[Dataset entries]
↓↓↓

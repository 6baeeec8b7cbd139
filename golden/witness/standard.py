"""Lets a family of kernels be called like a module of Python's standard library. Imported before anything else.

This folder comes first on the path, so `golden/witness/string` would hide the standard library's `string` from every
library that needs it. The standard one is loaded first, and then told to look for its submodules in the family's folder.
"""

import sys

HERE = __file__.rsplit("/", 1)[0]
sys.path[:] = [path for path in sys.path if path not in ("", HERE)]

import string  # noqa: E402

string.__path__ = [HERE + "/string"]
sys.path.insert(0, HERE)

↑↑↑

- Exercise details: Please output the records shown above, with every character intact.

- Exercise output:
repository 6baeeec8b7cbd139
filename golden/witness/standard.py
"""Lets a family of kernels be called like a module of Python's standard library. Imported before anything else.

This folder comes first on the path, so `golden/witness/string` would hide the standard library's `string` from every
library that needs it. The standard one is loaded first, and then told to look for its submodules in the family's folder.
"""

import sys

HERE = __file__.rsplit("/", 1)[0]
sys.path[:] = [path for path in sys.path if path not in ("", HERE)]

import string  # noqa: E402

string.__path__ = [HERE + "/string"]
sys.path.insert(0, HERE)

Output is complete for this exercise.